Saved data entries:
============
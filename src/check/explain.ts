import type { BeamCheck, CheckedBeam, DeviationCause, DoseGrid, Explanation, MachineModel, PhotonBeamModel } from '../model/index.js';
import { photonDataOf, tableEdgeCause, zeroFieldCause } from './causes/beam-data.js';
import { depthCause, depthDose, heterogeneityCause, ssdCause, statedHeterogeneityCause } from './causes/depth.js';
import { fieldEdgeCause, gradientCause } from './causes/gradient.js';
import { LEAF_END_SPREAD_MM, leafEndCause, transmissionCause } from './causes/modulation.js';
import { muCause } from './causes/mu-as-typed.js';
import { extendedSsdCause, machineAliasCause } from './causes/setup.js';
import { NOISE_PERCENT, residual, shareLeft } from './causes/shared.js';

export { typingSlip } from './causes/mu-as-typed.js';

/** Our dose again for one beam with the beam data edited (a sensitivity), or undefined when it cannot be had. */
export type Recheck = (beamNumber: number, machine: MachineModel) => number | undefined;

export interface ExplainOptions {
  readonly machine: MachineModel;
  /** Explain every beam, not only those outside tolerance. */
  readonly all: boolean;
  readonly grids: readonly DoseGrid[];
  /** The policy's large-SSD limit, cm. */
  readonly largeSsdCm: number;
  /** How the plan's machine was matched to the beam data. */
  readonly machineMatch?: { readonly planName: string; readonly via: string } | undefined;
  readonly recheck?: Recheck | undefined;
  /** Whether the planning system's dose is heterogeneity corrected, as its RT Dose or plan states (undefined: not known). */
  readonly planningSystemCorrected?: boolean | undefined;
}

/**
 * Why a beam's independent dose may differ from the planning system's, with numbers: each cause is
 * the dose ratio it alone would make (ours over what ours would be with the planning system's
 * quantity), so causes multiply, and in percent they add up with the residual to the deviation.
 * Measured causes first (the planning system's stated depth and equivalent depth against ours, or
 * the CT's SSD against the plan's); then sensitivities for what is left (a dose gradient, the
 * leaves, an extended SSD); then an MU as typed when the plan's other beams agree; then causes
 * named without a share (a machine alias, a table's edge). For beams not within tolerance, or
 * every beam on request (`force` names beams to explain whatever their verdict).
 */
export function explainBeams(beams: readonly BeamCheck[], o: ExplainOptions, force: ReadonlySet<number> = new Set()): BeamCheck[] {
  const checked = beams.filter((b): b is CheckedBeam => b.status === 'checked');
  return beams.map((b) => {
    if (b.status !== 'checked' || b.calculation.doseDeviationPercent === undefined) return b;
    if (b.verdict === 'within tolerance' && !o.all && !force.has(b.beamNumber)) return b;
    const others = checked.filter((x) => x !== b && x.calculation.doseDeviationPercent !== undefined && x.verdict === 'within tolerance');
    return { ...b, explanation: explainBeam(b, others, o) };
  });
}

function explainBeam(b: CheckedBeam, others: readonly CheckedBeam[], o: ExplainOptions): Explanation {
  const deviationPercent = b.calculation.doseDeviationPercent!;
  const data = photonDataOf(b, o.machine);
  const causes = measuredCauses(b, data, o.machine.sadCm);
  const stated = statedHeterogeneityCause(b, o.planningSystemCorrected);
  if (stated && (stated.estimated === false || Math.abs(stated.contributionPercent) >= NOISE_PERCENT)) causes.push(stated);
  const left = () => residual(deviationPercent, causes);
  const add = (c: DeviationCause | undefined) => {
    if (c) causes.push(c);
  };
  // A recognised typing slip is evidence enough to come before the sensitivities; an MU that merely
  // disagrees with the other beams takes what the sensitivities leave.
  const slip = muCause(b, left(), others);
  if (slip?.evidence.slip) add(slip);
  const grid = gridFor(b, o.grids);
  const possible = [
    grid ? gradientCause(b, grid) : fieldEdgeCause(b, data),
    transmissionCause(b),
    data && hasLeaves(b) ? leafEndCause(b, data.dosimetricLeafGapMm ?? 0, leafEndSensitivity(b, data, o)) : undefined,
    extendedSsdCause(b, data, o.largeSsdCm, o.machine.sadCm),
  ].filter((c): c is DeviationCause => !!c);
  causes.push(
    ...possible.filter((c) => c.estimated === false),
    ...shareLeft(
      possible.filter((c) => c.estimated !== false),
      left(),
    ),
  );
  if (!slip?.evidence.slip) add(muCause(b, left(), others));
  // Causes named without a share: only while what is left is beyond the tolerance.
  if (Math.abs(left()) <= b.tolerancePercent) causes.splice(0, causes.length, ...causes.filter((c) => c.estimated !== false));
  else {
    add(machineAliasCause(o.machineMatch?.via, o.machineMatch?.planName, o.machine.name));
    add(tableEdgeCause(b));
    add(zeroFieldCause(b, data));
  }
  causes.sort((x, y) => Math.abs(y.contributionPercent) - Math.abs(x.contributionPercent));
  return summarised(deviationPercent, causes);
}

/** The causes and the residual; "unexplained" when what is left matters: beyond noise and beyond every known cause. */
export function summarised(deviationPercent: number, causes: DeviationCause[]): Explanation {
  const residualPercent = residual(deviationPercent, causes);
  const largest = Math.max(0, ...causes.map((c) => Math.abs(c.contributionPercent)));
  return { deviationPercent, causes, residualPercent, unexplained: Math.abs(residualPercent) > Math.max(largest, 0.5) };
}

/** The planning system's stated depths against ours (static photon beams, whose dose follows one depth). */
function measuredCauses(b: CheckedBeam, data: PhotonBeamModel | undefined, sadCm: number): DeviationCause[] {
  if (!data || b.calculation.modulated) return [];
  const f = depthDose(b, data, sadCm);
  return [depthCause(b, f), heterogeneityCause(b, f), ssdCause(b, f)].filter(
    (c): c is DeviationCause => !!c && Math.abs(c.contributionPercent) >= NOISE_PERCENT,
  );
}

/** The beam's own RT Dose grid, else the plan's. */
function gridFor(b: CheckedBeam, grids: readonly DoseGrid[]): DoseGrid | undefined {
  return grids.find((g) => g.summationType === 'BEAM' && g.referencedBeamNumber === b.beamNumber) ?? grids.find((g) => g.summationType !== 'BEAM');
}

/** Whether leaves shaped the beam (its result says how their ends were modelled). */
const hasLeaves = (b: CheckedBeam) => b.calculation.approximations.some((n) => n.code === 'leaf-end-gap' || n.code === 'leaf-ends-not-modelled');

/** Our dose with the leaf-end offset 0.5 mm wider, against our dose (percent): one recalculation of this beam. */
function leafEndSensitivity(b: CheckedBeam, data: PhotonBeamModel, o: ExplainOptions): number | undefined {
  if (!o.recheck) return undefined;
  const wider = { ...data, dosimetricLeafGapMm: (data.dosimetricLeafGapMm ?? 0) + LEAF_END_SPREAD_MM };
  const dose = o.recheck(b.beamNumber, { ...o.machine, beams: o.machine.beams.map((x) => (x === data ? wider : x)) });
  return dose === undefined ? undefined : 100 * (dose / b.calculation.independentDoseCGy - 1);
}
============
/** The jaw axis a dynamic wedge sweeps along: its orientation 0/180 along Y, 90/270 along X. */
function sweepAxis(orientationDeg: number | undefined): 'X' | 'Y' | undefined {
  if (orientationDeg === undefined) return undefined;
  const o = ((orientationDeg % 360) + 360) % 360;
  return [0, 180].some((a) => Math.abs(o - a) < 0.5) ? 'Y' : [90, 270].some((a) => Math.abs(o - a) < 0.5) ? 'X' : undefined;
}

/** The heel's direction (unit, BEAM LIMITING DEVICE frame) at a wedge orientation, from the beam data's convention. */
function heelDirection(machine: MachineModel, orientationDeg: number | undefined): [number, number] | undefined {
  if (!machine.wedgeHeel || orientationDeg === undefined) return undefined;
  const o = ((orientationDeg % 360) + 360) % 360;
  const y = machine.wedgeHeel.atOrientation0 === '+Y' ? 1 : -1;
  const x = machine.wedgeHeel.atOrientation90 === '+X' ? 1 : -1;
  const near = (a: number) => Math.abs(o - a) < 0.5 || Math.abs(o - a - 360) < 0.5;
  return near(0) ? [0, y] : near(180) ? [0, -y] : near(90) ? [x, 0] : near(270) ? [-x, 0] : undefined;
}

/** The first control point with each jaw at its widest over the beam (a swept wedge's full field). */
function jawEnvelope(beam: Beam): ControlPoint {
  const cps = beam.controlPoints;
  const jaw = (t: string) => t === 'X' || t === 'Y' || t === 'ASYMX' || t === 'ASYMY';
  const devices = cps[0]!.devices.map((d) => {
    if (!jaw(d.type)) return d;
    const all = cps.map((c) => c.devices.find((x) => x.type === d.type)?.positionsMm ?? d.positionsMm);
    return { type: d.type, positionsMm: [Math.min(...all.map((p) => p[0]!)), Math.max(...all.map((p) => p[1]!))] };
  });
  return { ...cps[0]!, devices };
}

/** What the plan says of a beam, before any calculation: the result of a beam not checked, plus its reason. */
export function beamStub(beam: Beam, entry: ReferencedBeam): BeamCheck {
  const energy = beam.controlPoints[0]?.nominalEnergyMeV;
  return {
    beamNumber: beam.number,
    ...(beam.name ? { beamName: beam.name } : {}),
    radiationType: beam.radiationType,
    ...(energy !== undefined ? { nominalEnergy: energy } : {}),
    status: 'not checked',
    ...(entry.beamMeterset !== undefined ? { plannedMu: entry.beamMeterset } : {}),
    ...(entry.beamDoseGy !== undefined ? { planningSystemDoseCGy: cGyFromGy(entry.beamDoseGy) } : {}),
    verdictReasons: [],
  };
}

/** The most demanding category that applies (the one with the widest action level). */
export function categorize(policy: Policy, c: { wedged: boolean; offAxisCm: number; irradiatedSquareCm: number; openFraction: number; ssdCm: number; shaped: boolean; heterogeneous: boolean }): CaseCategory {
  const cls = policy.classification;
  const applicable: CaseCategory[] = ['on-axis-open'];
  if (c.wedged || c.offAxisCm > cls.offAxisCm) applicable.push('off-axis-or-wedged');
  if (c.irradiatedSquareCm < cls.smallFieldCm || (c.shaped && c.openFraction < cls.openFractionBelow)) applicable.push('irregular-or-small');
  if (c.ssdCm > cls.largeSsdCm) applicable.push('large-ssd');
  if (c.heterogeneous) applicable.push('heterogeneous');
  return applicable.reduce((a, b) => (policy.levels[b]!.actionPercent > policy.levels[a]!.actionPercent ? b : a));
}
============
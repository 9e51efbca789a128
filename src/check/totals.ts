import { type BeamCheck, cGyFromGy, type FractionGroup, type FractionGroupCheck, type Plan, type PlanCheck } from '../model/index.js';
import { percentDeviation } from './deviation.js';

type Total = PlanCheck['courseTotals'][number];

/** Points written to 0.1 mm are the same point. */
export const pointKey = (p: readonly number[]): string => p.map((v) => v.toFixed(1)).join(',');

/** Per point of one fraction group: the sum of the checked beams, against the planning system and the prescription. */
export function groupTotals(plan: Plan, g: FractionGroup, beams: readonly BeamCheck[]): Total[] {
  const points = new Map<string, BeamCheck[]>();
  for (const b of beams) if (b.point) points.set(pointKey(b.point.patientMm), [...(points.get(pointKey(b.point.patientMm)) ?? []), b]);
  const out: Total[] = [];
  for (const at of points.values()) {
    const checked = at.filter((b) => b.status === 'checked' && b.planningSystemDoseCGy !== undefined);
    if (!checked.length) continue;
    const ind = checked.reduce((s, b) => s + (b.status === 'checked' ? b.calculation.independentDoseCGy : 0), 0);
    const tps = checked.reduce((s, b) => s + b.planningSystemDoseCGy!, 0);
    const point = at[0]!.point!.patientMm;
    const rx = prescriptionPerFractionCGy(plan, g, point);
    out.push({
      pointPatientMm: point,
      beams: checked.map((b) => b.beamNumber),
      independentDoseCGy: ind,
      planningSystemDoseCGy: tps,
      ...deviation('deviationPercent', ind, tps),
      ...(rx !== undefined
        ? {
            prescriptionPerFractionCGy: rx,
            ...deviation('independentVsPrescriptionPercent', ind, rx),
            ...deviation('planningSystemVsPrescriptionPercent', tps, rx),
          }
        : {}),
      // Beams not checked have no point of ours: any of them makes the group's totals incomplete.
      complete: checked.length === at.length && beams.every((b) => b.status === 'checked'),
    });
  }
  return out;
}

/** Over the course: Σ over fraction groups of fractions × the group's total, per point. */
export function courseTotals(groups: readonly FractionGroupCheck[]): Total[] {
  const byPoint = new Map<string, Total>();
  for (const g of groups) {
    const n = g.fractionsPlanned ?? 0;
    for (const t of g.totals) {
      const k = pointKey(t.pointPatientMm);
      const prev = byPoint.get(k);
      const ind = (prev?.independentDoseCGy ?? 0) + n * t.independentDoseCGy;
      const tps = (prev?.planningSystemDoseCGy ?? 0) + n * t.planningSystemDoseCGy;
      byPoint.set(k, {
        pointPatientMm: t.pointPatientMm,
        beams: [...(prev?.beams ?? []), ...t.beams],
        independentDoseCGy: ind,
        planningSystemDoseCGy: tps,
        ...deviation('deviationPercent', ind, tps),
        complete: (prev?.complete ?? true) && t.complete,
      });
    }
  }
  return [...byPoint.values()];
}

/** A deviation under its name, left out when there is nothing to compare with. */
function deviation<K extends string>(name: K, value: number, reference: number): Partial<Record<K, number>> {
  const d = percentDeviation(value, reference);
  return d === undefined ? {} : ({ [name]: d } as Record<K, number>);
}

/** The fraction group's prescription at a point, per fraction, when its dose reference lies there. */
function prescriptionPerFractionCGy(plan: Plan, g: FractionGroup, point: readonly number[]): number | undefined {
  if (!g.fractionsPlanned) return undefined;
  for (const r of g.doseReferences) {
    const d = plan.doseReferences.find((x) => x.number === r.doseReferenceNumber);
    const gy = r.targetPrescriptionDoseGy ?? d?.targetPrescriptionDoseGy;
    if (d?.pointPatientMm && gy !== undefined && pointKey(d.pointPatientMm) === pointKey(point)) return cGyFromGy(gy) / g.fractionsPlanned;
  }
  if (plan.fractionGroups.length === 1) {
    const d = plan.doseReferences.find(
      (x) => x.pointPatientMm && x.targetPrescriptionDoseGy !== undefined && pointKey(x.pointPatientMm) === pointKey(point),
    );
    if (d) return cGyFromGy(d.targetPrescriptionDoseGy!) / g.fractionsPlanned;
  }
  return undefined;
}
============
● **Aim of the task**: Your task is to copy each line of the entries that includes the word "sadCm".

● **Solution for this task**:
  const causes = measuredCauses(b, data, o.machine.sadCm);
    extendedSsdCause(b, data, o.largeSsdCm, o.machine.sadCm),
function measuredCauses(b: CheckedBeam, data: PhotonBeamModel | undefined, sadCm: number): DeviationCause[] {
  const f = depthDose(b, data, sadCm);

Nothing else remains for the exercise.